--- ENTRIES PROVIDED ---

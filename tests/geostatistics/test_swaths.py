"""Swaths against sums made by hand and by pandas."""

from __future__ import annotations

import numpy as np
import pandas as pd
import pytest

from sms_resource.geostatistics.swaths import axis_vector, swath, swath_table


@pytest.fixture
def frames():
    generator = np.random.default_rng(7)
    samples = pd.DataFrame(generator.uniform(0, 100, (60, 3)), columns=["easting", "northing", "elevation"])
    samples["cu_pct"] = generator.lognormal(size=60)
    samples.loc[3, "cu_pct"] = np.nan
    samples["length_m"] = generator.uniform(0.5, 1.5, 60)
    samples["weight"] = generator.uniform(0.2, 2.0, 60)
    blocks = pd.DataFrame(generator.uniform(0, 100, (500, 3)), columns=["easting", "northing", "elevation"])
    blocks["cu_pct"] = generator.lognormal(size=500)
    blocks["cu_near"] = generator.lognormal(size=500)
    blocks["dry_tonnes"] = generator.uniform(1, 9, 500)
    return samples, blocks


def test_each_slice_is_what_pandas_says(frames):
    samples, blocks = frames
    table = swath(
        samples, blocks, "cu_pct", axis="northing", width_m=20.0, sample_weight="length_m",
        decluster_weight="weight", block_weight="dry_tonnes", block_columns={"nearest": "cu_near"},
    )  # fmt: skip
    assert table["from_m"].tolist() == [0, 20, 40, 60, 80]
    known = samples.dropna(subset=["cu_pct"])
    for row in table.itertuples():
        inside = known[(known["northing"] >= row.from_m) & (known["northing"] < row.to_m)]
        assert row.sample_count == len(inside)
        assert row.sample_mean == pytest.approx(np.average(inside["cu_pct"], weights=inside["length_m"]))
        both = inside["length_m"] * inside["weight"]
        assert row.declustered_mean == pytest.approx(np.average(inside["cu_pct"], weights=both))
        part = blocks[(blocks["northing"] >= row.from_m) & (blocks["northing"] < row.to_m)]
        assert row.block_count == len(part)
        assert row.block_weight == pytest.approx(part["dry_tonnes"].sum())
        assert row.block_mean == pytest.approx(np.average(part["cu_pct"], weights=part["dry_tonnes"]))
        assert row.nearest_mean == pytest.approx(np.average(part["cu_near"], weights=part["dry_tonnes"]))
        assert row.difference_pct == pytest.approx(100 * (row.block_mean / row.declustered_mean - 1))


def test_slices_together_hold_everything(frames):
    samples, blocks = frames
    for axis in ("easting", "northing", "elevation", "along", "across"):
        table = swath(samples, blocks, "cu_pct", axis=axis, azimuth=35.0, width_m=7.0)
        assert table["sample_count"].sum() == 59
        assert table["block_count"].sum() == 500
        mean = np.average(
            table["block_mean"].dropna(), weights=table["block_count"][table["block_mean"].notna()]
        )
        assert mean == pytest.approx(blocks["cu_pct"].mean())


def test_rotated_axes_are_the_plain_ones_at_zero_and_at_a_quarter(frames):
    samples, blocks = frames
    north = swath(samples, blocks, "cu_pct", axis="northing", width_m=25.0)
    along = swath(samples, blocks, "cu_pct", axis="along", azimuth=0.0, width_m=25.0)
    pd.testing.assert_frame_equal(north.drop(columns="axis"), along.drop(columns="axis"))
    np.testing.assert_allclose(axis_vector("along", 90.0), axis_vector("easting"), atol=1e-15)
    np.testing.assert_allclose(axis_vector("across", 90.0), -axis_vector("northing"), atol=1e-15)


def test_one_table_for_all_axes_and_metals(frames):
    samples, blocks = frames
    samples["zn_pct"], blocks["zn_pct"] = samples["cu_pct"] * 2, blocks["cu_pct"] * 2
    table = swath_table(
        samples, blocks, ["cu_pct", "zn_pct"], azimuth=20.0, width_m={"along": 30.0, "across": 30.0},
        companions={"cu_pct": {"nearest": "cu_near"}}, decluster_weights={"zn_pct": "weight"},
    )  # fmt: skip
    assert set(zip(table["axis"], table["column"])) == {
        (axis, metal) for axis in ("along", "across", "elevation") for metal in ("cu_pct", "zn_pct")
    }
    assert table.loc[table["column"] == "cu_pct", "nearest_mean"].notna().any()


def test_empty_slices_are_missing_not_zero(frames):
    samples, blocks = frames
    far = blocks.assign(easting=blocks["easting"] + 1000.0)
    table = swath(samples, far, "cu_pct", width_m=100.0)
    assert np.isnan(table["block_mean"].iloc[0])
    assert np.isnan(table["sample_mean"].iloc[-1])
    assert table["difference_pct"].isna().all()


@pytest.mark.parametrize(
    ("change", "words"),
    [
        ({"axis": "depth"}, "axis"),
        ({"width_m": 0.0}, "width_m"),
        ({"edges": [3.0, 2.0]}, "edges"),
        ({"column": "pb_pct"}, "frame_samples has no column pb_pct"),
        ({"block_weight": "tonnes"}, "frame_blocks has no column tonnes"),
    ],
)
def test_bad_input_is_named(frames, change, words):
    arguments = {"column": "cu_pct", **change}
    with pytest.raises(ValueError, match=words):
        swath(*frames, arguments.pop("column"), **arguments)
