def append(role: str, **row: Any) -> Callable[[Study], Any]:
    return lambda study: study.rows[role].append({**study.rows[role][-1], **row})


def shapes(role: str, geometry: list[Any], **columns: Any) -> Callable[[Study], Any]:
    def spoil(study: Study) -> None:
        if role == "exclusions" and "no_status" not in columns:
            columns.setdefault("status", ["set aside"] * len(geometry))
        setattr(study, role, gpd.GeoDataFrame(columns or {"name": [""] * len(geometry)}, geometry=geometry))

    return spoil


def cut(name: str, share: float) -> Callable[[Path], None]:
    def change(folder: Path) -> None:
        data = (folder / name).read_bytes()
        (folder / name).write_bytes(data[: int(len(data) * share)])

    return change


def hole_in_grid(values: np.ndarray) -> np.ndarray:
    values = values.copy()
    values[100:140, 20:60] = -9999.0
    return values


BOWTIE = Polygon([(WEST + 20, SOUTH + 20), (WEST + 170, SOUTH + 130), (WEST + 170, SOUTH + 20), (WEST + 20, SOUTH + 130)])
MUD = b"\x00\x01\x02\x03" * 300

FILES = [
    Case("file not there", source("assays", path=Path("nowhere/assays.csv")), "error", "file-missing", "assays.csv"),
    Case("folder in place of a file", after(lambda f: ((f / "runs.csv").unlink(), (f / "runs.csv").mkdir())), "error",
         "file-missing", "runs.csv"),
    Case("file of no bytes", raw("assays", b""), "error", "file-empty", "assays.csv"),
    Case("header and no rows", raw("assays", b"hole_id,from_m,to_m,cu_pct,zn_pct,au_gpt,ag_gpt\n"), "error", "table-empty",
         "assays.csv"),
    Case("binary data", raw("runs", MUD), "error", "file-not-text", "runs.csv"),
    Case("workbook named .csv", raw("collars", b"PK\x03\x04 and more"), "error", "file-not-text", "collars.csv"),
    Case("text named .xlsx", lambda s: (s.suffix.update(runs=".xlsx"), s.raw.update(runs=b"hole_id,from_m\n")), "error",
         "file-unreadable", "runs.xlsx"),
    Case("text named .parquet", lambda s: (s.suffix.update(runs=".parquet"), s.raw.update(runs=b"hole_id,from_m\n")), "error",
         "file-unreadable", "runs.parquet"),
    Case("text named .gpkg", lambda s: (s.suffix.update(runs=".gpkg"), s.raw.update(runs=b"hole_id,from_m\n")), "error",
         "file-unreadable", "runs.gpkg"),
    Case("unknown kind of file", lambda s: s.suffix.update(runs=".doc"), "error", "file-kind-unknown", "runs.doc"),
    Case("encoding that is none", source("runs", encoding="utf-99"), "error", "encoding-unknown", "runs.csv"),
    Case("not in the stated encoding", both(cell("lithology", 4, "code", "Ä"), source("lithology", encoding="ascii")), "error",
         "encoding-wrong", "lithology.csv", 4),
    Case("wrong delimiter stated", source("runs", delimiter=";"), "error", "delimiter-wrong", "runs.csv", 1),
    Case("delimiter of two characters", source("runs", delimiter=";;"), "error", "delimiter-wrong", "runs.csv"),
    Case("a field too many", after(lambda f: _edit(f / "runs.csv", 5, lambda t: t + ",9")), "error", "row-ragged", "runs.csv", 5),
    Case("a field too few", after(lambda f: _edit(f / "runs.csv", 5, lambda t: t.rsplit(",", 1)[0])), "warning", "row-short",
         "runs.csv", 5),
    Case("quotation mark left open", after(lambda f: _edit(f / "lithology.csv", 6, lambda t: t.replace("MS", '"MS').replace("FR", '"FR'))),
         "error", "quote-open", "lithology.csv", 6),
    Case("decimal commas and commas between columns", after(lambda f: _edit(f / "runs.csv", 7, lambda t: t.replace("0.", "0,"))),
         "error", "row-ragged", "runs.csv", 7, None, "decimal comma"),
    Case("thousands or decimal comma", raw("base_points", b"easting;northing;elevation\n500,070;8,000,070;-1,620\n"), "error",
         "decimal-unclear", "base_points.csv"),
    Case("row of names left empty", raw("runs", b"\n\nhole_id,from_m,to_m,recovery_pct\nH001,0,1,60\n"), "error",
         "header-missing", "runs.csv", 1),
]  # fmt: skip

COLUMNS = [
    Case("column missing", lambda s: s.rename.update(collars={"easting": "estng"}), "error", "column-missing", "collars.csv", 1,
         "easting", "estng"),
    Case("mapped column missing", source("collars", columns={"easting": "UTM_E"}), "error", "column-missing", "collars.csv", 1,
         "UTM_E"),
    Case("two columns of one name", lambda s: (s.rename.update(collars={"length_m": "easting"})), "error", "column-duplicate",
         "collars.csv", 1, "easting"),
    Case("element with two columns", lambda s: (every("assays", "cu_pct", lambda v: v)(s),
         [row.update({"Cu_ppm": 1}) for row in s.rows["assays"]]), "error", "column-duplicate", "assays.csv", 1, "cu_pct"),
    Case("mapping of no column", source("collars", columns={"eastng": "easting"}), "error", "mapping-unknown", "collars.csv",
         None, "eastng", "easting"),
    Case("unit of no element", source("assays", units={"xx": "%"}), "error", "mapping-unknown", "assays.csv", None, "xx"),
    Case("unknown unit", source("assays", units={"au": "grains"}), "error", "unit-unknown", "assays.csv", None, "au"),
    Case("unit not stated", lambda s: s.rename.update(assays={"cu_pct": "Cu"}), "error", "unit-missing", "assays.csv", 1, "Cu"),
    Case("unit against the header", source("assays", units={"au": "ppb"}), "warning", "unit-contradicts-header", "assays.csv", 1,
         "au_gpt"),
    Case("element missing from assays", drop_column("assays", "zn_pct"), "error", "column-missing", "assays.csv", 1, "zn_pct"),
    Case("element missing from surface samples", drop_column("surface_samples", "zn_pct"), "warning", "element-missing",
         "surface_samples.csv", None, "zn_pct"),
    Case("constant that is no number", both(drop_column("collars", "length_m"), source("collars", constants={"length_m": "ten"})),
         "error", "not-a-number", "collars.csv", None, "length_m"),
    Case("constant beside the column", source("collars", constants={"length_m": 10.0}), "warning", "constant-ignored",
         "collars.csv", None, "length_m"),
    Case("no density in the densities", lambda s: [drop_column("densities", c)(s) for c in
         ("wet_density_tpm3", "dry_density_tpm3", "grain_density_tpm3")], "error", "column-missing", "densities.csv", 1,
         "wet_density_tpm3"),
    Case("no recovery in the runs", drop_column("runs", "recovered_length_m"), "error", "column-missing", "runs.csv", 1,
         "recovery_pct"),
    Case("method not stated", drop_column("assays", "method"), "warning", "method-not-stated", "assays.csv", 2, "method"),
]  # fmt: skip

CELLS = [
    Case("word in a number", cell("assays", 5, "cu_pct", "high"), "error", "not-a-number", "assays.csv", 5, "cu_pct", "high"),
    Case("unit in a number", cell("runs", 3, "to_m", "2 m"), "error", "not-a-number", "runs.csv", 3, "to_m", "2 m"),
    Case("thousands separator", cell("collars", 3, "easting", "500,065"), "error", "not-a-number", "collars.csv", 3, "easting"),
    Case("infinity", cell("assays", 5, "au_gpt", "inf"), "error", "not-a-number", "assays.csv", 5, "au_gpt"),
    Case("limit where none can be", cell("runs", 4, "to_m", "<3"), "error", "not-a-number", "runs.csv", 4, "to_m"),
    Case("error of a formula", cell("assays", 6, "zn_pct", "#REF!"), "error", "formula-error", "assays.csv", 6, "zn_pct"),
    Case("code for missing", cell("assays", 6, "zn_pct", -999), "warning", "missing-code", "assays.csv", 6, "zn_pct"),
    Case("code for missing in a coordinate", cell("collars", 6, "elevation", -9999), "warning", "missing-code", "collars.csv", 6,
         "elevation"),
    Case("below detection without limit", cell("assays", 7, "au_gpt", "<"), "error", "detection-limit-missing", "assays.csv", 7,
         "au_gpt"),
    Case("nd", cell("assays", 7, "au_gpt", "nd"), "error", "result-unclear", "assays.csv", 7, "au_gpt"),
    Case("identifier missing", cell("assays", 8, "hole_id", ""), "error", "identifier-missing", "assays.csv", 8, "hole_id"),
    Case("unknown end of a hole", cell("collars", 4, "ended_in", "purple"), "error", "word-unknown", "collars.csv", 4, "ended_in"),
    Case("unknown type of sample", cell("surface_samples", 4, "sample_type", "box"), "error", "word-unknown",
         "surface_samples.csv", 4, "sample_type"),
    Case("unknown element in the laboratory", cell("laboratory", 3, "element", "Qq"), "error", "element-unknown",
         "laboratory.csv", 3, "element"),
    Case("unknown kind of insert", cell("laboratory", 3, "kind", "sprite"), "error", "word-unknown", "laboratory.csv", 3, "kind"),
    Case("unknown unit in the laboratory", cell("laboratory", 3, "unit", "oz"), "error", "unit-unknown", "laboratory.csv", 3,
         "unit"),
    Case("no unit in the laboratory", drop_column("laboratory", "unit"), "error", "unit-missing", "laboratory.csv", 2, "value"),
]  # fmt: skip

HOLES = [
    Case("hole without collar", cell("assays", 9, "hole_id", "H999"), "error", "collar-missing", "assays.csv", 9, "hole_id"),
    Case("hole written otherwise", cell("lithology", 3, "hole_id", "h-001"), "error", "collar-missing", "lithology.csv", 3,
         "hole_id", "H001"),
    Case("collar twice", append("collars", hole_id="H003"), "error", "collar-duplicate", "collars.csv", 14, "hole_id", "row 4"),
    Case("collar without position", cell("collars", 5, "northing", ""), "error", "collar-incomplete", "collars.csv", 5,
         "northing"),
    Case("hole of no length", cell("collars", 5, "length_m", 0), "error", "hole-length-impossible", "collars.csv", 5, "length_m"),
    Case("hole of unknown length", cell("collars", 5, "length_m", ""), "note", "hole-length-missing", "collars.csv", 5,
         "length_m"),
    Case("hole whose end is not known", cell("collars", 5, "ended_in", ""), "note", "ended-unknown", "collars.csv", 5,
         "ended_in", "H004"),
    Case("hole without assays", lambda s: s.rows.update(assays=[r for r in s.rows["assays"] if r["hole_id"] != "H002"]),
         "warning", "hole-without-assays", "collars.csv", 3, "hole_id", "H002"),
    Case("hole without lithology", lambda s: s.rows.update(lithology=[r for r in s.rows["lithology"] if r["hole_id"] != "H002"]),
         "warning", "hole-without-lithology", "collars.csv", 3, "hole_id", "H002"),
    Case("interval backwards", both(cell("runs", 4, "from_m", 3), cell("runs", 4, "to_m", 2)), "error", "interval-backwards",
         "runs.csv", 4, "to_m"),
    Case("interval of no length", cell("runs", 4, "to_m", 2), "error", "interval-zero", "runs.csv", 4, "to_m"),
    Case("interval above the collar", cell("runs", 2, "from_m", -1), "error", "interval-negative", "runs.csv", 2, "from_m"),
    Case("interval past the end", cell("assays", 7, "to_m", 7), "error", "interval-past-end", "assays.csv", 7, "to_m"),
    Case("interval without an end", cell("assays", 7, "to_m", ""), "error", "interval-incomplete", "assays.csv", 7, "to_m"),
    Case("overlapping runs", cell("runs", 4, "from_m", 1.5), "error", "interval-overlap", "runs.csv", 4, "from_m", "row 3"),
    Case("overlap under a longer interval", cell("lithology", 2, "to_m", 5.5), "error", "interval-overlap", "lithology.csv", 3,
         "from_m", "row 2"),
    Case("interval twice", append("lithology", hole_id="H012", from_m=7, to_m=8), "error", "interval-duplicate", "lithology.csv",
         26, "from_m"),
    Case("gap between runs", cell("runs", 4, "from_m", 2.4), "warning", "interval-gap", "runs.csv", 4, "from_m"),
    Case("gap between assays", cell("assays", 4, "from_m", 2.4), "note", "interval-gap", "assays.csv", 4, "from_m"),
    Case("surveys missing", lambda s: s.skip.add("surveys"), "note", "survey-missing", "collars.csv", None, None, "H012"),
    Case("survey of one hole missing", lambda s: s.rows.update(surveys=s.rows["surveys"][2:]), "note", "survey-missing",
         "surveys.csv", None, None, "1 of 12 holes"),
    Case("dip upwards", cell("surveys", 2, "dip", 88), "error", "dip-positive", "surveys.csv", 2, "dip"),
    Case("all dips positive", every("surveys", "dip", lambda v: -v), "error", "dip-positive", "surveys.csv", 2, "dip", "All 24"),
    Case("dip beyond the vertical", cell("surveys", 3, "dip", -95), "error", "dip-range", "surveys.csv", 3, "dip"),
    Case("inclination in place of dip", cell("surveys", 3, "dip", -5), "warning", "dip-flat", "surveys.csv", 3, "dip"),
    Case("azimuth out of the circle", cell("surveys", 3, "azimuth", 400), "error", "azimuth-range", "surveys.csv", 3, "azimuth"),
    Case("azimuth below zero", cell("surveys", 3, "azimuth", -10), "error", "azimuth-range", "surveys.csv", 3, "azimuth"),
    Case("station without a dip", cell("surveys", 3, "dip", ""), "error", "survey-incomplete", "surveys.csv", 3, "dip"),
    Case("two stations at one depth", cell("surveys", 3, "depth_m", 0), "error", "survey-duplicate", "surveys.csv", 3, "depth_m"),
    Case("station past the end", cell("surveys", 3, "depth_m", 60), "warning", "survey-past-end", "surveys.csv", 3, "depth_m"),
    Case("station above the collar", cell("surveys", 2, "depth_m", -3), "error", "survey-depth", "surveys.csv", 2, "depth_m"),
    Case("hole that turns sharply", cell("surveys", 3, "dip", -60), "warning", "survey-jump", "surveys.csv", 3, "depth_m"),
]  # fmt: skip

---

### [PROMPT]
The expected answer is each line of the records above that includes the string "return".

### [OUTPUT FOR THIS EXERCISE]
    return samples, blocks
    return lambda study: study.rows[role].append({**study.rows[role][-1], **row})
    return spoil
    return change
    return values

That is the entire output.